Reliability of intraoperative radiographic visual assessment of the hallux interphalangeal angle after hallux valgus correction
Keywords:Hallux valgus, Akin, Interphalangeal angle, Visual assessment
Objective: The aim of this study was to evaluate the reliability and reproducibility of visual estimation of the hallux interphalangeal angle (IPA). As a secondary aim we assessed for change in the IPA before and after hallux valgus (HV) correction. Methods: A total of 50 surgically treated HV deformities were included in the study. Two surgeons visually estimated the IPA on intraoperative fluoroscopy after correcting HV. The fellow then measured the IPA formally on a printout of the fluoroscopic image. Pre-and intraoperative HVI angles were compared to assess for change after HV correction.
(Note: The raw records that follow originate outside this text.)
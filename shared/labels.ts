// The words Emberline uses for states, on every page and in every e-mail.
import type { VesselState } from './domain/vessel-state'

export const VESSEL_STATE_LABELS: Record<VesselState, string> = {
  'in-service': 'In service',
  'service-due': 'Service due soon',
  'overdue': 'Service overdue',
  'requalification-due': 'Requalification due',
  'locked-out': 'Locked out',
  'away': 'Away for requalification',
  'awaiting-verification': 'Awaiting check run',
  'retired': 'Retired',
}

export const RUN_STATUS_LABELS: Record<string, string> = {
  'draft': 'Draft',
  'ready': 'Ready to fire',
  'awaiting-approval': 'Awaiting signature',
  'blocked': 'Blocked',
  'rejected': 'Rejected',
  'fired': 'Fired',
  'withdrawn': 'Withdrawn',
}

export const VESSEL_CLASS_LABELS: Record<string, string> = {
  'standard': 'Standard',
  'high-strength': 'High-strength',
}

/** What a vessel's state allows, in one wording for the pages and the e-mails; null when every run may be fired. */
export function vesselFiringWords(v: { blocksAllFirings: boolean, blocksSampleRuns: boolean }): string | null {
  if (v.blocksAllFirings) return 'No run may be fired in this vessel'
  if (v.blocksSampleRuns) return 'Only standardisation and check runs may be fired in this vessel'
  return null
}

/** Why a check run cannot be planned on a vessel without an accepted energy equivalent: one wording for the planner, the API and the Bench. */
export function noEnergyEquivalentWords(vesselName: string): string {
  return `standardise the vessel first: ${vesselName} has no accepted energy equivalent, so a check run on it could not be evaluated. Plan a series of benzoic-acid standardisation runs and have a supervisor accept it on the Standardisation page.`
}
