// Direct access to the test database, for checking what the API wrote (never for setting state the API owns).
import pg from 'pg'
import { afterAll } from 'vitest'

let pool: pg.Pool | undefined
export function testDb() {
  if (!pool) {
    pool = new pg.Pool({ connectionString: process.env.NUXT_DATABASE_URL, max: 4 })
    afterAll(async () => { await pool?.end(); pool = undefined })
  }
  return pool
}

export async function auditRows(filter: { action?: string, entityId?: string, since?: Date }) {
  const { rows } = await testDb().query(
    `select * from audit_log where ($1::text is null or action = $1) and ($2::text is null or entity_id = $2) and at >= coalesce($3::timestamptz, '-infinity') order by at`,
    [filter.action ?? null, filter.entityId ?? null, filter.since ?? null],
  )
  return rows
}
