import { describe, expect, it } from 'vitest'
import { energyEquivalent, seriesStatistics, type StandardisationRun } from '../../../shared/domain/results/energy-equivalent'

const SRM_39J_J_PER_G = 26_434 // NIST SRM 39j certificate, mass in vacuum
const NICHROME_J_PER_CM = 9.6 // nickel-chromium fuse wire (from memory)

const run = (over: Partial<StandardisationRun> = {}): StandardisationRun => ({
  benzoicAcidMassG: 1.0012,
  benzoicAcidJPerG: SRM_39J_J_PER_G,
  temperatureRiseK: 2.5231,
  fuseJ: 10 * NICHROME_J_PER_CM,
  acidJ: 0,
  ...over,
})

describe('energyEquivalent (ASTM D240 §8; ISO 1928)', () => {
  it('divides the heat released by the corrected rise', () => {
    // m·q = 1.0012 g × 26 434 J/g = 26 465.7208 J; + 96 J fuse = 26 561.7208 J; / 2.5231 K = 10 527.4150 J/K.
    const expected = (1.0012 * SRM_39J_J_PER_G + 96) / 2.5231
    expect(energyEquivalent(run())).toBeCloseTo(expected, 9)
    expect(energyEquivalent(run())).toBeCloseTo(10_527.415, 2)
  })

  it('adds the acid and aid corrections', () => {
    // e_acid: 8.5 mL of 0.0725 mol/L titrant × 59.7 kJ/mol (ISO 1928, from memory) = 36.79 J.
    const acidJ = 8.5 * (0.0725 / 1000) * 59_700
    const expected = (1.0012 * SRM_39J_J_PER_G + 96 + acidJ + 150) / 2.5231
    expect(energyEquivalent(run({ acidJ, aidJ: 150 }))).toBeCloseTo(expected, 9)
  })

  it('refuses a zero rise or a negative correction', () => {
    expect(() => energyEquivalent(run({ temperatureRiseK: 0 }))).toThrow(RangeError)
    expect(() => energyEquivalent(run({ fuseJ: -1 }))).toThrow(RangeError)
  })
})

describe('seriesStatistics', () => {
  // Six runs as ASTM D240 §8.1 asks for (at least six, over at least three days), spread by ±1 and ±2 parts per
  // thousand around a centre, so the statistics can be worked by hand.
  const centre = energyEquivalent(run())
  const spread = [-2, -1, 0, 0, 1, 2].map((d) => centre * (1 + d / 1000))
  const policy = { minRuns: 6, maxRsdPct: 0.2 } // lab policy example: ASTM D240 run count, ISO 1928 0.20 % (from memory)

  it('gives the mean, the sample standard deviation and the RSD (JCGM 100:2008 §4.2)', () => {
    const s = seriesStatistics(spread, policy)
    expect(s.n).toBe(6)
    expect(s.mean).toBeCloseTo(centre, 8)
    // s² = centre²·(4 + 1 + 0 + 0 + 1 + 4)·10⁻⁶/(6 − 1) = 2·10⁻⁶·centre² → RSD = √2 × 0.1 % = 0.1414 %.
    expect(s.standardDeviation).toBeCloseTo(centre * Math.sqrt(2) / 1000, 8)
    expect(s.relativeStandardDeviationPct).toBeCloseTo(Math.sqrt(2) / 10, 10)
    expect(s.accepted).toBe(true)
    expect(s.reason).toBeNull()
  })

  it('refuses a series with too few runs, saying so', () => {
    const s = seriesStatistics(spread.slice(0, 5), policy)
    expect(s.accepted).toBe(false)
    expect(s.reason).toBe('Only 5 runs; the method needs at least 6.')
  })

  it('refuses a series above the RSD limit, with the figures', () => {
    const wide = [-4, -2, 0, 0, 2, 4].map((d) => centre * (1 + d / 1000)) // RSD = 2√2 × 0.1 % = 0.283 %
    const s = seriesStatistics(wide, policy)
    expect(s.relativeStandardDeviationPct).toBeCloseTo(Math.sqrt(2) / 5, 10)
    expect(s.accepted).toBe(false)
    expect(s.reason).toBe('The relative standard deviation is 0.283 %, above the limit of 0.200 %.')
  })

  it('handles empty and single-run series without inventing a spread', () => {
    expect(seriesStatistics([], policy)).toMatchObject({ n: 0, mean: null, standardDeviation: null, accepted: false })
    expect(seriesStatistics([centre], policy)).toMatchObject({ n: 1, mean: centre, standardDeviation: null, relativeStandardDeviationPct: null })
  })
})
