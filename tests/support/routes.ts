// Enumerates every route file under server/api as "METHOD /api/path" with sample ids filled in.
import { readdirSync, statSync } from 'node:fs'
import { join, relative } from 'node:path'
import { fileURLToPath } from 'node:url'

const apiDir = fileURLToPath(new URL('../../server/api', import.meta.url))
const SAMPLE_ID = '00000000-0000-4000-8000-000000000000'

export interface RouteFile { file: string, method: string, path: string, key: string }

function walk(dir: string): string[] {
  return readdirSync(dir).flatMap((name) => {
    const full = join(dir, name)
    return statSync(full).isDirectory() ? walk(full) : [full]
  })
}

export function apiRoutes(): RouteFile[] {
  return walk(apiDir).filter(f => f.endsWith('.ts')).map((full) => {
    const rel = relative(apiDir, full).replace(/\\/g, '/')
    const m = rel.match(/^(.*?)(?:\.(get|post|put|patch|delete))?\.ts$/)!
    const method = (m[2] ?? 'get').toUpperCase()
    const route = `/api/${m[1]!}`.replace(/\/index$/, '').replace(/\[\.\.\.[^\]]+\]/g, 'x').replace(/\[[^\]]+\]/g, SAMPLE_ID)
    const key = `${method} /api/${m[1]!}`.replace(/\/index$/, '')
    return { file: rel, method, path: route, key }
  })
}
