// apply evaluates the update map at st (docs/method.md section 10):
//
//	E, A  = moments of r1 = muz x0 + sqrt(t1) z at g1;       S1(g) = g2z A / g1
//	g1   <- g2z T / S1;  t1 <- (W E + sigz S3) S1^2 / (S2 T^2)
//	g1z   = g2z (alpha - T)/T
//	Var(p1 - muz z0) = [alpha S3 (E - sigz S3)/S2 + sigz (alpha (T - g S3) - T^2)] / (alpha - T)^2
//	Cov(p1 - muz z0, z0) = g1 O T / (A g2z (alpha - T)),  O = E[(xhat - muz x0) x0]
//	Az, muz, sigz <- output side at (g1z, p1);  g2z <- g1z (1 - Az)/Az
func (s *glmSolver) apply(st GLMState, near float64) (glmImage, error) {
	p := s.p
	lin := !p.Readout.Labels()
	var law signal.Law = p.Signal
	if !lin {
		law = newScaledLaw(p.Signal, st.MuZ)
	}
	m := signal.Expect(law, p.Penalty, st.G1, st.T1)
	if m.A < zeroA {
		// The estimate is zero: the output side has nothing to fit, and run reports it.
		return glmImage{m: m, next: st}, nil
	}
	a := m.A
	g, err := invertS1(p.Design, st.G2Z*a/st.G1, near)
	if err != nil {
		return glmImage{}, err
	}
	tr := p.Design.At(g)
	alpha := p.Design.Alpha()
	im := glmImage{m: m, g: g}
	im.next.G1 = st.G2Z * tr.T / tr.S1
	im.next.T1 = (tr.W*m.MSE + st.SigZ*tr.S3) * tr.S1 * tr.S1 / (tr.S2 * tr.T * tr.T)
	amt := alpha - tr.T
	if alpha >= 1 {
		amt = (alpha - 1) + g*tr.S1
	}
	if !(amt > 0) {
		return glmImage{}, errRunOff
	}
	im.g1z = st.G2Z * amt / tr.T
	eq := alpha*(tr.T-g*tr.S3) - tr.T*tr.T
	vz := (alpha*tr.S3*math.Max(m.MSE-st.SigZ*tr.S3, 0)/tr.S2 + st.SigZ*math.Max(eq, 0)) / (amt * amt)
	if lin {
		im.om = s.out.linear(im.g1z, vz)
		im.mu1z, im.tau1 = 1, vz
	} else {
		im.ov = overlap(p.Signal, p.Penalty, st.MuZ, st.G1, st.T1)
		cov := st.G1 * im.ov * tr.T / (a * st.G2Z * amt)
		im.mu1z = st.MuZ + cov/s.out.rhoz
		im.tau1 = math.Max(vz-cov*cov/s.out.rhoz, 0)
		im.om = s.out.labels(im.g1z, im.mu1z, im.tau1)
	}
	om := im.om
	if om.zeroDeriv || !(om.az > 0) {
		return glmImage{}, errRunOff
	}
	im.next.G2Z = im.g1z * (1 - om.az) / om.az
	im.next.SigZ = om.sigz
	im.next.MuZ = om.muz
	n := im.next
	if !finitePos(n.G1) || !(n.T1 >= 0) || math.IsInf(n.T1, 0) || !finitePos(n.G2Z) || !finiteAll(n.SigZ, n.MuZ) {
		return glmImage{}, errRunOff
	}
	im.res = math.Max(math.Max(relChange(n.G1, st.G1), relChange(n.T1, st.T1)),
		math.Max(relChange(n.G2Z, st.G2Z), math.Max(relChange(n.SigZ, st.SigZ), relChange(n.MuZ, st.MuZ))))
	return im, nil
}

// glmNewtonFrom is the residual below which run tries Newton steps when the penalty is not
// zero. Solve's newtonFrom (1e-2)
// leaves many damped steps to the generalized map, whose Newton steps are safeguarded
// (glmnewton.go: a step that does not lower the residual is halved, then dropped for a
// fresh Jacobian or a damped step): from 0.3, as Solve does with its slopes, a cold solve of
// the sign readout with the square loss and l1 takes about half the evaluations of the map.
const glmNewtonFrom = 0.3

func relChange(a, b float64) float64 {
	return math.Abs(a-b) / math.Max(math.Abs(b), 1e-300)
}

func (s *glmSolver) run(st GLMState) (Result, error) {
	s.jac, s.secant = nil, false
	if st.jac != nil {
		s.jac = mat.DenseCopyOf(st.jac)
	}
	damp := 0.5
	prevRes := math.Inf(1)
	scale := s.rho2 + s.out.w2 + s.out.rhoz + 1
	var r Result
	newtonAt := glmNewtonFrom
	if s.zeroPen || s.cautious {
		// Without a penalty the damped iteration's run-off is the verdict on existence
		// (separable labels): early Newton steps can land on a spurious fixed point beyond
		// the existence boundary, so they wait for Solve's residual.
		newtonAt = newtonFrom
	}
	im, err := s.apply(st, math.NaN())
	halfT1 := math.NaN()
	for it := 1; it <= s.o.MaxIter; it++ {
		if it == s.o.MaxIter/2 {
			halfT1 = st.T1
		}
		if err != nil {
			return r, err
		}
		if im.m.A < zeroA {
			return s.zeroResult(it, st, im), nil
		}
		r = Result{Iterations: it, Residual: im.res}
		if im.res < s.o.Tol {
			r.Converged = true
			break
		}
		if im.res < newtonAt {
			if nst, nim, ok := s.newton(st, im); ok {
				st, im = nst, nim
				continue
			}
		}
		if im.res > prevRes {
			damp = math.Max(0.05, damp*0.5)
		} else if damp < 1 {
			damp = math.Min(1, damp*1.2)
		}
		prevRes = im.res
		n := im.next
		st = GLMState{
			G1:   (1-damp)*st.G1 + damp*n.G1,
			T1:   (1-damp)*st.T1 + damp*n.T1,
			G2Z:  (1-damp)*st.G2Z + damp*n.G2Z,
			SigZ: (1-damp)*st.SigZ + damp*n.SigZ,
			MuZ:  (1-damp)*st.MuZ + damp*n.MuZ,
		}
		if st.T1 > runOff*scale || st.SigZ > runOff*scale || st.G1 < 1e-300 {
			return r, errRunOff
		}
		im, err = s.apply(st, im.g)
	}
	if err != nil {
		return r, err
	}
	if !r.Converged && st.T1 > 1.2*halfT1 {
		// Still growing by a fifth over the second half of the iterations: the estimate's norm
		// has no finite limit.
		return r, errRunOff
	}
	return s.observe(st, im, r)
}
Results: The researchers found the interobserver reliability of radiographic visual assessment of the IPA to be 78% and intraobserver reliability to be 76% and 80% for surgeon 1 and 2, respectively. It was found that the preoperative IPA is on average 5.5 degrees less than IPA after HV correction. Conclusion: Radiographic visual assessment of the IPA of the hallux was found to be reliable intraoperatively, thus aiding in the amount of correction required by Akin osteotomy. HVI can be masked by hallux pronation in HV deformity and should be assessed intraoperatively after HV correction. Level of Evidence II; Therapeutic Studies; Prospective Comparative Study.